__Task prompt__. The answer is to be an exact copy of the lines below running from the line with "problemIn(t, r)" down to the line with "for _, pattern", both ends included, and nothing more.
*** Source material ***
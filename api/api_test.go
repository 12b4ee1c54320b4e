package api

import (
	"bytes"
	"io"
	"net/http"
	"net/http/httptest"
	"path/filepath"
	"strings"
	"sync"
	"testing"

	"github.com/go-json-experiment/json"
)

// riser is a case that holds in every test: a riser across a current.
const riser = `{
	"title": "Riser",
	"structure": {"kind": "cylinder", "diameter": "0.3 m", "length": "40 m", "mass_per_length": "180 kg/m",
		"support": "pinned-pinned", "frequency_dry": "1.2 Hz", "damping_ratio": "0.5 %"},
	"fluid": {"name": "seawater", "temperature": "10 degC"},
	"flow": {"speed": "1.1 m/s"},
	"motion": {"amplitude": "30 mm"}
}`

var handler = New(Config{Records: testRecords}).Handler()

// call sends a request to the handler and returns the answer.
func call(t testing.TB, method, path, body string, headers ...string) *http.Response {
	t.Helper()
	r := httptest.NewRequest(method, path, strings.NewReader(body))
	if method == http.MethodPost {
		r.Header.Set("Content-Type", "application/json")
	}
	for i := 0; i+1 < len(headers); i += 2 {
		r.Header.Set(headers[i], headers[i+1])
	}
	return serve(t, handler, r)
}

func serve(t testing.TB, h http.Handler, r *http.Request) *http.Response {
	t.Helper()
	w := httptest.NewRecorder()
	h.ServeHTTP(w, r)
	return w.Result()
}

func bodyOf(t testing.TB, r *http.Response) []byte {
	t.Helper()
	data, err := io.ReadAll(r.Body)
	if err != nil {
		t.Fatal(err)
	}
	return data
}

// problemIn reads the problem of an answer and checks what every problem has.
func problemIn(t testing.TB, r *http.Response) Problem {
	t.Helper()
	body := bodyOf(t, r)
	if got := r.Header.Get("Content-Type"); got != typeProblem {
		t.Fatalf("media type %q of %s", got, body)
	}
	var p Problem
	if err := json.Unmarshal(body, &p, json.RejectUnknownMembers(true)); err != nil {
		t.Fatalf("%v: %s", err, body)
	}
	if p.Status != r.StatusCode {
		t.Errorf("status %d in the body and %d on the line", p.Status, r.StatusCode)
	}
	if p.Title == "" || p.Detail == "" {
		t.Errorf("a problem without title or detail: %s", body)
	}
	if want := "urn:regimed:request:" + r.Header.Get("X-Request-ID"); p.Instance != want || len(want) < 22 {
		t.Errorf("instance %q, wanted %q", p.Instance, want)
	}
	for _, leak := range []string{"127.0.0.1", "::1", "192.0.2.1", ".go:", "goroutine", "*echo", "read tcp"} {
		if bytes.Contains(body, []byte(leak)) {
			t.Errorf("a problem that tells %q: %s", leak, body)
		}
	}
	return p
}

func TestClassifyAnswers(t *testing.T) {
	r := call(t, http.MethodPost, "/v1/classify", riser)
	body := bodyOf(t, r)
	if r.StatusCode != http.StatusOK {
		t.Fatalf("status %d: %s", r.StatusCode, body)
	}
	if got := r.Header.Get("Content-Type"); got != typeJSON {
		t.Errorf("media type %q", got)
	}
	if r.ContentLength != int64(len(body)) {
		t.Errorf("length %d announced, %d sent", r.ContentLength, len(body))
	}
	var answer struct {
		Digest         string
		Kind           string
		Findings       map[string]struct{ Verdict string }
		Recommendation struct{ Class string }
	}
	if err := json.Unmarshal(body, &answer, json.MatchCaseInsensitiveNames(true)); err != nil {
		t.Fatal(err)
	}
	if answer.Kind != "cylinder" || len(answer.Digest) != 64 || answer.Recommendation.Class == "" {
		t.Errorf("answer: %+v", answer)
	}
	if answer.Findings["one-way"].Verdict == "" {
		t.Error("no verdict on one-way")
	}
}

// The same case has the same answer, byte for byte, also when the buffers have
// served other requests between.
func TestAnswersAreTheSame(t *testing.T) {
	first := bodyOf(t, call(t, http.MethodPost, "/v1/classify", riser))
	for range 20 {
		bodyOf(t, call(t, http.MethodPost, "/v1/classify", `{"structure": {"kind": "cylinder", "diameter": "1 in"}}`))
		bodyOf(t, call(t, http.MethodPost, "/v1/classify", `{"structure": 1}`))
		if again := bodyOf(t, call(t, http.MethodPost, "/v1/classify", riser)); !bytes.Equal(first, again) {
			t.Fatalf("the answer changed:\n%s\n%s", first, again)
		}
	}
}

// Requests at the same time don't mix, though their buffers are shared.
func TestConcurrentAnswers(t *testing.T) {
	bodies := []string{riser, `{"structure": {"kind": "cylinder", "diameter": "1 in"}}`, `{"structure": {"kind": "cylinder", "diameter": "1 kg"}}`}
	var want []string
	for _, b := range bodies {
		want = append(want, string(bodyOf(t, call(t, http.MethodPost, "/v1/classify", b, "X-Request-ID", "same"))))
	}
	var all sync.WaitGroup
	for worker := range 6 {
		all.Go(func() {
			for i := range 30 {
				which := (worker + i) % len(bodies)
				r := httptest.NewRequest(http.MethodPost, "/v1/classify", strings.NewReader(bodies[which]))
				r.Header.Set("Content-Type", "application/json")
				r.Header.Set("X-Request-ID", "same")
				w := httptest.NewRecorder()
				handler.ServeHTTP(w, r)
				if got := w.Body.String(); got != want[which] {
					t.Errorf("another answer: %.300s", got)
				}
			}
		})
	}
	all.Wait()
}

// OPTIONS says which methods a path answers.
func TestOptions(t *testing.T) {
	for path, method := range map[string]string{"/v1/classify": "POST", "/v1/catalog": "GET"} {
		r := call(t, http.MethodOptions, path, "")
		if r.StatusCode != http.StatusNoContent || !strings.Contains(r.Header.Get("Allow"), method) {
			t.Errorf("%s: status %d, Allow %q", path, r.StatusCode, r.Header.Get("Allow"))
		}
	}
}

func TestFieldsTrimTheAnswer(t *testing.T) {
	body := bodyOf(t, call(t, http.MethodPost, "/v1/classify?fields=recommendation,findings", riser))
	var members map[string]any
	if err := json.Unmarshal(body, &members); err != nil {
		t.Fatal(err)
	}
	if len(members) != 2 || members["recommendation"] == nil || members["findings"] == nil {
		t.Errorf("members: %v", len(members))
	}
}

func TestContentTypes(t *testing.T) {
	accepted := []string{"application/json", "application/json; charset=utf-8", "application/json;charset=UTF-8", "Application/JSON", `application/json; charset="utf-8"`}
	for _, media := range accepted {
		if r := call(t, http.MethodPost, "/v1/classify", riser, "Content-Type", media); r.StatusCode != http.StatusOK {
			t.Errorf("%q: status %d", media, r.StatusCode)
		}
	}
	refused := []string{"", "text/plain", "application/xml", "application/yaml", "application/json; charset=latin1", "application/json; profile=x",
		"application/problem+json", "application/x-www-form-urlencoded", "multipart/form-data", "application/json, text/plain", ";;"}
	for _, media := range refused {
		r := call(t, http.MethodPost, "/v1/classify", riser, "Content-Type", media)
		if r.StatusCode != http.StatusUnsupportedMediaType || r.Header.Get("Accept-Post") != "application/json" {
			t.Errorf("%q: status %d, Accept-Post %q", media, r.StatusCode, r.Header.Get("Accept-Post"))
		}
		problemIn(t, r)
	}
	if len(accepted)+len(refused) != 16 {
		t.Errorf("%d rows", len(accepted)+len(refused))
	}
}

// Every case that is shipped is answered.
func TestShippedCases(t *testing.T) {
	ran := 0
	for _, file := range shippedCases(t) {
		r := call(t, http.MethodPost, "/v1/classify", string(caseIn(t, file)))
		if r.StatusCode != http.StatusOK {
			t.Errorf("%s: status %d: %s", file, r.StatusCode, bodyOf(t, r))
		}
		ran++
	}
	if ran < 3 {
		t.Errorf("%d cases", ran)
	}
}

// shippedCases are the example cases of the contract, and those of testdata.
func shippedCases(t testing.TB) []string {
	t.Helper()
	var files []string
	for _, pattern := range []string{"../openapi/examples/*.json", "../testdata/cases/*.json"} {
		list, err := filepath.Glob(pattern)
		if err != nil {
			t.Fatal(err)
		}
		files = append(files, list...)
	}
	return files
}

func TestFixedAnswers(t *testing.T) {
	rows := []struct{ path, mediaType, contains string }{
		{"/v1/catalog", typeJSON, `"kinds"`},
		{"/v1/catalog/kinds", typeJSON, `"cylinder"`},
		{"/v1/catalog/groups", typeJSON, `"reynolds"`},
		{"/v1/catalog/assumptions", typeJSON, `"one-way"`},
		{"/v1/catalog/classes", typeJSON, `"added-mass"`},
		{"/v1/catalog/criteria", typeJSON, `"standard"`},
		{"/v1/catalog/fluids", typeJSON, `"seawater"`},
		{"/v1/catalog/solids", typeJSON, `"steel"`},
		{"/v1/catalog/units", typeJSON, `"slinch"`},
		{"/v1/catalog/sources", typeJSON, `"from_memory"`},
		{"/v1/catalog/canon", typeJSON, `"OscillatingCylinder"`},
		{"/v1/schema/case", typeSchema, `"$defs"`},
		{"/problems", typeJSON, `/problems/invalid-case`},
		{"/problems/invalid-case", typeJSON, `"wrong-dimension"`},
		{"/healthz", typeJSON, `"ok"`},
		{"/readyz", typeJSON, `"ready"`},
		{"/version", typeJSON, `"catalogue"`},
		{"/openapi.yaml", typeYAML, "openapi: 3.1.0"},
		{"/openapi.json", typeJSON, `"openapi": "3.1.0"`},
	}
	for _, row := range rows {
		r := call(t, http.MethodGet, row.path, "")
		body := bodyOf(t, r)
		if r.StatusCode != http.StatusOK || r.Header.Get("Content-Type") != row.mediaType || !bytes.Contains(body, []byte(row.contains)) {
			t.Errorf("%s: status %d, %s: %.200s", row.path, r.StatusCode, r.Header.Get("Content-Type"), body)
		}
		head := call(t, http.MethodHead, row.path, "")
		if n := len(bodyOf(t, head)); n != 0 || head.StatusCode != http.StatusOK || head.ContentLength != int64(len(body)) {
			t.Errorf("HEAD %s: status %d, length %d, body of %d", row.path, head.StatusCode, head.ContentLength, n)
		}
		if row.path[0:3] == "/v1" {
			if r := call(t, http.MethodGet, row.path+"?verbose=1", ""); r.StatusCode != http.StatusUnprocessableEntity {
				t.Errorf("%s takes a parameter that it does not know: %d", row.path, r.StatusCode)
			}
		}
	}
	if len(rows) != 19 {
		t.Errorf("%d rows", len(rows))
	}
}

// The type of each problem can be fetched, and says the same.
func TestProblemTypesResolve(t *testing.T) {
	seen := map[string]bool{}
	for _, p := range problemTypes {
		if seen[p.ID] {
			t.Errorf("%s twice", p.ID)
		}
		seen[p.ID] = true
		r := call(t, http.MethodGet, p.URI(), "")
		var record problemRecord
		if err := json.Unmarshal(bodyOf(t, r), &record); err != nil {
			t.Fatal(err)
		}
		if record.Type != p.URI() || record.Status != p.Status || record.Description == "" || (len(record.Codes) > 0) != p.Codes {
			t.Errorf("%s: %+v", p.ID, record)
		}
	}
	if len(seen) != 21 {
		t.Errorf("%d types", len(seen))
	}
}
*** End of Source material ***
__Answer space__.
		problemIn(t, r)
	}
	if len(accepted)+len(refused) != 16 {
		t.Errorf("%d rows", len(accepted)+len(refused))
	}
}

// Every case that is shipped is answered.
func TestShippedCases(t *testing.T) {
	ran := 0
	for _, file := range shippedCases(t) {
		r := call(t, http.MethodPost, "/v1/classify", string(caseIn(t, file)))
		if r.StatusCode != http.StatusOK {
			t.Errorf("%s: status %d: %s", file, r.StatusCode, bodyOf(t, r))
		}
		ran++
	}
	if ran < 3 {
		t.Errorf("%d cases", ran)
	}
}

// shippedCases are the example cases of the contract, and those of testdata.
func shippedCases(t testing.TB) []string {
	t.Helper()
	var files []string
	for _, pattern := range []string{"../openapi/examples/*.json", "../testdata/cases/*.json"} {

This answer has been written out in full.